Esa deprimente Navidad

¡Buenas a todos! ¿Cómo lleváis esto durísimos días de fiestas, de barriga llena, turrón y polvorones? Me imagino que muy estresados, ¿verdad? Siento no estar muy activa en vuestros blogs, pero he estado en casa de mis abuelos y el 3G allí llega cuando le viene en gana quiere y cómo quiere, así que me cuesta Dios y ayuda conectarme a Internet. Aprovechando las fechas en que nos encontramos, os traigo una reflexión que nada tiene que ver con el blog, pero que necesitaba compartir.
 
ESA DEPRIMENTE NAVIDAD
Como lo oís (o leéis, en este caso). Debo ser uno de esos raros especímenes que odian la Navidad, esas fiestas de reunión familiar, risas, villancicos y alegría. Y toneladas de comida. Cuando era pequeña, como a la gran mayoría de la gente, me encantaba. Había regalos por todas partes, los contaba para ver si me habían traído más o menos que el año anterior, les arrancaba el papel y todo era diversión. ¿Cuándo empecé a sentir aversión por estas fiestas? No hace mucho, la verdad. Detesto las reuniones familiares donde siempre falta alguien, no me gusta tener que ponerme loca para encontrar el regalo perfecto y mil cosas más. El tiempo que hace tampoco me gusta. En invierno tiene que hacer frío, llover, nevar o lo que sea. ¡Pero no! Aquí, en Asturias, los últimos años en Navidad hace frío, sí, pero hay un sol de justicia, y me entra morriña de algo que ni siquiera sé lo que es.

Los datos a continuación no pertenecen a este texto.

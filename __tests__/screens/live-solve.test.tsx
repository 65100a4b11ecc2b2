import { act, render, renderHook, screen, within } from '@testing-library/react-native';

import { evaluateStudy, parseStudy } from '@/core/study';
import type { SolveOutcome, SolveReply, SolveRequest } from '@/features/results/solve-outcome';
import { receivedDocument, solveDocument } from '@/features/results/solve-outcome';
import type { SolverChannel } from '@/features/results/solver-channel';
import { StudyResults } from '@/features/results/study-results';
import { useSolve, type SolveState } from '@/features/results/use-solve';
import { useStudyResult, type StudyResultState } from '@/features/results/use-study-result';
import { RESTART_COST_MS, workerChannel, type WorkerLike } from '@/features/results/worker-channel';

/** When set, the hooks' solver channel (a worker channel on fake workers); otherwise the platform's. */
let mockChannel: (() => SolverChannel) | null = null;
jest.mock('@/features/results/solver-channel', () => {
  const actual = jest.requireActual('@/features/results/solver-channel');
  return { ...actual, createSolverChannel: () => (mockChannel ?? actual.createSolverChannel)() };
});

/** A one-device study of a lumped part on a sink at constant power (invented demo data). */
function study(powerW: number) {
  return {
    format: 'junctura-study',
    version: 1,
    title: 'Worker test (demo data)',
    ambient: { temperatureC: 25 },
    sinks: [{ id: 'S1', rthKPerW: 1, capacityJPerK: 50 }],
    devices: [{ id: 'Q1', tjMaxC: 150, sink: 'S1', package: { kind: 'lumped', rthKPerW: 0.5 }, interface: { rthKPerW: 0.5 } }],
    profile: { segments: [{ durationS: 1e6, powerW: { Q1: powerW } }] },
  };
}

/** Steady junction temperature Ta + P·ΣRθ of a series thermal path (Ohm's law for heat, common practice). */
const steadyJunctionC = (powerW: number) => 25 + powerW * (0.5 + 0.5 + 1);

/** A Web Worker stand-in that holds its requests until the test answers them, in any order. */
class FakeWorker implements WorkerLike {
  static made: FakeWorker[] = [];
  /** The requests as posted, and as the worker reads them (kept parts filled in from the request before). */
  posted: SolveRequest[] = [];
  requests: SolveRequest[] = [];
  private before: unknown = null;
  terminated = false;
  onmessage: WorkerLike['onmessage'] = null;
  onerror: WorkerLike['onerror'] = null;
  constructor() {
    FakeWorker.made.push(this);
  }
  postMessage(request: SolveRequest) {
    // Through structured clone, as a real worker receives it (HTML standard, structured serialisation).
    const received = structuredClone(request);
    this.posted.push(received);
    // As solver.worker.ts reads it.
    const raw = receivedDocument(received, this.before);
    this.before = raw;
    this.requests.push({ ...received, raw });
  }
  terminate() {
    this.terminated = true;
  }
  /** Answers a request as solver.worker.ts does: the verdict line first when asked, then the outcome (`solveMs` as given). */
  answer(index: number, solveMs?: number) {
    const { id, raw, options } = this.requests[index];
    const send = (reply: SolveReply) => this.onmessage?.({ data: structuredClone(reply) });
    const outcome = solveDocument(raw, options, options.verdictFirst ? (ahead) => send({ id, ahead }) : undefined);
    send({ id, outcome, ...(solveMs !== undefined ? { solveMs } : {}) });
  }
}
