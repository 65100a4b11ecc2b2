import { useFormik } from 'formik';
import { useMemo, useState } from 'react';
import { StyleSheet, View } from 'react-native';

import { errorMessage, fieldErrors } from '@/api';
import { SoaCsvPanel } from '@/components/soa-csv-panel';
import { Button, Card, InlineAlert, Text, TextField, useIsWide } from '@/components/ui';
import { spacing } from '@/constants/theme';
import { schemaErrors } from '@/features/catalogues/form-values';
import { partSchema } from '@/validation';

import { useSavePart } from '../api';
import { KIND_LABEL } from '../part-format';
import { curveRows, emptyElectrical, emptySoa, type PartFormValues } from '../part-form-values';
import { partInput } from '../part-input';
import { messageAt, pathLabel } from '../part-paths';
import { fieldText, readField } from '../quantity-text';
import type { Part, PartKind, SoaCurveJson, ZthFitResponse } from '../types';
import { ChoiceChips } from './choice-chips';
import { ElectricalEditor } from './electrical-editor';
import { PartFormProvider } from './form-context';
import { NumberField } from './number-field';
import { SoaEditor } from './soa-editor';
import { ThermalEditor } from './thermal-editor';

export type PartFormProps = {
  initial: PartFormValues;
  /** Editing an existing part; without it a new one is created in teamId. */
  id?: number;
  teamId?: number;
  onSaved: (part: Part) => void;
  onCancel: () => void;
};

const KINDS = (['regulator', 'bipolar', 'darlington', 'mosfet'] as const).map((k) => ({ value: k, label: KIND_LABEL[k] }));

/** Every problem of the values: text that does not read as a number, then the shared part schema (the server's own checks). */
function validateValues(values: PartFormValues): Record<string, string> {
  const { input, problems } = partInput(values);
  return { ...schemaErrors(partSchema, input), ...problems };
}

/** Create or edit a part, checked with the same schema and model parsers the server uses. */
export function PartForm({ initial, id, teamId, onSaved, onCancel }: PartFormProps) {
  const wide = useIsWide();
  const save = useSavePart(id);
  const [touched, setTouched] = useState<ReadonlySet<string>>(new Set());
  const [serverError, setServerError] = useState<string | null>(null);
  const [serverFields, setServerFields] = useState<Record<string, string>>({});

  const form = useFormik<PartFormValues>({
    initialValues: initial,
    validate: validateValues,
    onSubmit: async (values) => {
      setServerError(null);
      setServerFields({});
      try {
        onSaved(await save.mutateAsync({ ...partInput(values).input, ...(id === undefined && teamId !== undefined ? { teamId } : {}) }));
      } catch (error) {
        setServerFields(fieldErrors(error));
        setServerError(errorMessage(error));
      }
    },
  });
  const v = form.values;
  const errors = form.errors as Record<string, string>;
  const submitted = form.submitCount > 0;

  const context = useMemo(
    () => ({
      errorAt: (path: string) => ((submitted || touched.has(path) ? messageAt(errors, path) : undefined) ?? messageAt(serverFields, path)),
      touch: (path: string) => setTouched((t) => (t.has(path) ? t : new Set(t).add(path))),
    }),
    [errors, serverFields, submitted, touched],
  );
  const set = <K extends keyof PartFormValues>(key: K, value: PartFormValues[K]) => form.setFieldValue(key, value);

  const takeFit = (fit: ZthFitResponse) => {
    void form.setValues({
      ...v,
      thermal: { ...v.thermal, kind: 'foster', terms: fit.fit.terms.map((t) => ({ rKPerW: fieldText(t.rKPerW, 'number'), tauS: fieldText(t.tauS, 'time') })) },
      zthPoints: fit.points,
      zthFit: fit.fit,
    });
  };
  const takeCurves = (curves: SoaCurveJson[]) => set('soa', { ...(v.soa ?? emptySoa('points', v.tjMaxC)), kind: 'points', curves: curveRows(curves) });
  const transistor = v.kind === 'regulator' ? null : v.kind;
  const tj = readField(v.tjMaxC, 'temperature');
  const partTjMax = tj.ok ? tj.value : null;
  const problems = Object.entries({ ...errors, ...serverFields });

  const text = (key: 'name' | 'packageName' | 'description' | 'notes', label: string, opts: { multiline?: boolean; half?: boolean } = {}) => (
    <View style={[styles.field, wide && opts.half && styles.half]}>
      <TextField
        label={label}
        value={v[key]}
        onChangeText={form.handleChange(key)}
        onBlur={() => context.touch(key)}
        error={context.errorAt(key)}
        multiline={opts.multiline}
      />
    </View>
  );

  return (
    <PartFormProvider value={context}>
      <View style={styles.form}>
        <Card>
          <Text variant="heading">General</Text>
          {text('name', 'Name')}
          <ChoiceChips<PartKind> label="Kind" value={v.kind} options={KINDS} onChange={(kind) => set('kind', kind)} />
          <View style={styles.grid}>
            {text('packageName', 'Package', { half: true })}
            <View style={[styles.field, wide && styles.half]}>
              <NumberField label="Tj,max" unit="°C" path="tjMaxC" value={v.tjMaxC} size="full" onChange={(t) => set('tjMaxC', t)} />
            </View>
          </View>
          {text('description', 'Description', { multiline: true })}
        </Card>

        <Card>
          <Text variant="heading">Thermal model, junction to case</Text>
          <ThermalEditor
            value={v.thermal}
            zthPoints={v.zthPoints}
            onChange={(thermal) => void form.setValues({ ...v, thermal, zthFit: null })}
            onUseFit={takeFit}
            onRemovePoints={() => void form.setValues({ ...v, zthPoints: null, zthFit: null })}
          />
        </Card>

        <Card>
          <Text variant="heading">Electrical model</Text>
          {v.electrical ? (
            <ElectricalEditor value={v.electrical} onChange={(e) => set('electrical', e)} onRemove={() => set('electrical', null)} />
          ) : (
            <>
              <Text tone="muted">None: in a study the part has no quiescent current, dropout or current limit.</Text>
              <Button label="Add an electrical model" variant="secondary" style={styles.start} onPress={() => set('electrical', initial.electrical ?? emptyElectrical())} />
            </>
          )}
        </Card>

        <Card>
          <Text variant="heading">Safe operating area</Text>
          {transistor === null ? (
            <Text tone="muted">
              An integrated regulator protects itself with its current limit and shutdown: it has no SOA model.
              {v.soa ? ' The SOA values entered for another kind are not saved.' : ''}
            </Text>
          ) : v.soa ? (
            <SoaEditor values={v} value={v.soa} transistor={transistor} onChange={(soa) => set('soa', soa)} onRemove={() => set('soa', null)} />
          ) : (
            <>
              <Text tone="muted">No SOA model: a study cannot check this part’s operating points.</Text>
              <View style={styles.actions}>
                <Button label="Add SOA parameters" variant="secondary" onPress={() => set('soa', emptySoa('parameters', v.tjMaxC))} />
                <Button label="Add datasheet SOA curves" variant="secondary" onPress={() => set('soa', emptySoa('points', v.tjMaxC))} />
              </View>
              <SoaCsvPanel transistor={transistor} tjMaxC={partTjMax} onUse={takeCurves} />
            </>
          )}
        </Card>

        <Card>
          <Text variant="heading">Notes</Text>
          {text('notes', 'Notes', { multiline: true })}
        </Card>

        {serverError ? <InlineAlert message={serverError} /> : null}
        {submitted && problems.length > 0 ? (
          <View role="alert" style={styles.problems} testID="part-form-problems">
            <InlineAlert message="Some values need attention: see the messages under the fields." />
            {problems.map(([path, message]) => (
              <Text key={path} variant="caption" tone="danger">
                {pathLabel(path)}: {message}
              </Text>
            ))}
          </View>
        ) : null}
        <View style={styles.actions}>
          <Button label={id === undefined ? 'Add part' : 'Save changes'} onPress={() => form.handleSubmit()} busy={form.isSubmitting} />
          <Button label="Cancel" variant="secondary" onPress={onCancel} disabled={form.isSubmitting} />
        </View>
      </View>
    </PartFormProvider>
  );
}

const styles = StyleSheet.create({
  form: { gap: spacing.lg },
  grid: { flexDirection: 'row', flexWrap: 'wrap', columnGap: spacing.md, rowGap: spacing.md },
  field: { width: '100%' },
  half: { width: '48%' },
  actions: { flexDirection: 'row', flexWrap: 'wrap', gap: spacing.sm },
  start: { alignSelf: 'flex-start' },
  problems: { gap: spacing.xxs },
});
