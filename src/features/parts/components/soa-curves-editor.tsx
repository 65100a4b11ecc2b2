import { StyleSheet, View } from 'react-native';

import { Button, Text } from '@/components/ui';
import { color, radius, spacing } from '@/constants/theme';

import type { SoaCurveRow, SoaPointRow } from '../part-form-values';
import { NumberField } from './number-field';
import { RowList } from './row-list';

const POINT_COLUMNS = [
  { key: 'vceV', label: 'Vce', unit: 'V' },
  { key: 'icA', label: 'Ic', unit: 'A' },
] as const;

export type SoaCurvesEditorProps = { curves: readonly SoaCurveRow[]; onChange: (curves: SoaCurveRow[]) => void };

/** Datasheet boundary curves at 25 °C, one per pulse width: Vce rising, Ic not rising. */
export function SoaCurvesEditor({ curves, onChange }: SoaCurvesEditorProps) {
  const update = (i: number, next: Partial<SoaCurveRow>) => onChange(curves.map((c, k) => (k === i ? { ...c, ...next } : c)));
  return (
    <View style={styles.list}>
      {curves.map((c, i) => (
        <View key={i} style={styles.curve} testID={`soa-curve-${i}`}>
          <View style={styles.head}>
            <NumberField
              label={`Curve ${i + 1}: pulse`}
              path={`soa.curves[${i}].pulseS`}
              value={c.pulse}
              hint="“dc”, or a pulse width such as 1 ms."
              size="normal"
              onChange={(pulse) => update(i, { pulse })}
            />
            <Button label={`Remove curve ${i + 1}`} variant="ghost" disabled={curves.length <= 1} onPress={() => onChange(curves.filter((_, k) => k !== i))} />
          </View>
          <RowList<SoaPointRow>
            title="Boundary points at a 25 °C case"
            item={`point of curve ${i + 1}`}
            rows={c.points}
            columns={POINT_COLUMNS}
            path={`soa.curves[${i}].points`}
            blank={{ vceV: '', icA: '' }}
            minRows={1}
            onChange={(points) => update(i, { points })}
          />
        </View>
      ))}
      <Button label="Add a curve" variant="ghost" style={styles.start} onPress={() => onChange([...curves, { pulse: '', points: [{ vceV: '', icA: '' }] }])} />
      <Text variant="caption" tone="faint">
        The last Vce of a curve is its voltage limit. Segments are named by slope: flat is the current limit, about −1 the thermal line, steeper second breakdown.
      </Text>
    </View>
  );
}

const styles = StyleSheet.create({
  list: { gap: spacing.md },
  curve: { gap: spacing.sm, padding: spacing.md, borderRadius: radius.md, borderWidth: 1, borderColor: color.border },
  head: { flexDirection: 'row', flexWrap: 'wrap', alignItems: 'flex-start', gap: spacing.sm },
  start: { alignSelf: 'flex-start' },
});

Así que me he convertido en la antagonista navideña… ^ ^  De todas formas, no me queda otra que pasarlas en familia, beber sidra El Gaitero, y comer algo de turrón. Eso sí, hace muchos años que me negué a poner el belén y este no me he dignado a poner el árbol. No veo mucho la tele porque todo el rato están echando películas ambientadas en la grandiosa Navidad, y muchos blogs hacen entradas loando la época blanca 😦  Sinceramente, hace bastante que me pregunto que función tiene la Navidad en la sociedad. Nació como festividad religiosa, pero creo que desde hace demasiado no es más que un producto, como suele decirse, de la Coca-Cola, algo comercial, dónde la parte familiar va quedando cada vez más de lado. Pero seguro que muchos me tacharéis de fatalista o esas cosas que se le dicen a los bichos raros antixmas,  de modo que no reivindicaré mucho más, porque, en el fondo, no estoy en contra de esta festividad (muy en el fondo), aunque sí de las tristes costumbres que acarrea. Así que voy a pasar las vacaciones en casa, leyendo, o, como mucho, dando una vuelta lejos de las multitudes. Pero, como no soy tan cruel, espero que vosotros si paséis unas buenas fiestas, que os haya traído mucho Papá Noel, que desfaséis mucho en fin de año y que los Reyes se porten.
Nada más, por el momento. Un besín y ¡felices fiestas!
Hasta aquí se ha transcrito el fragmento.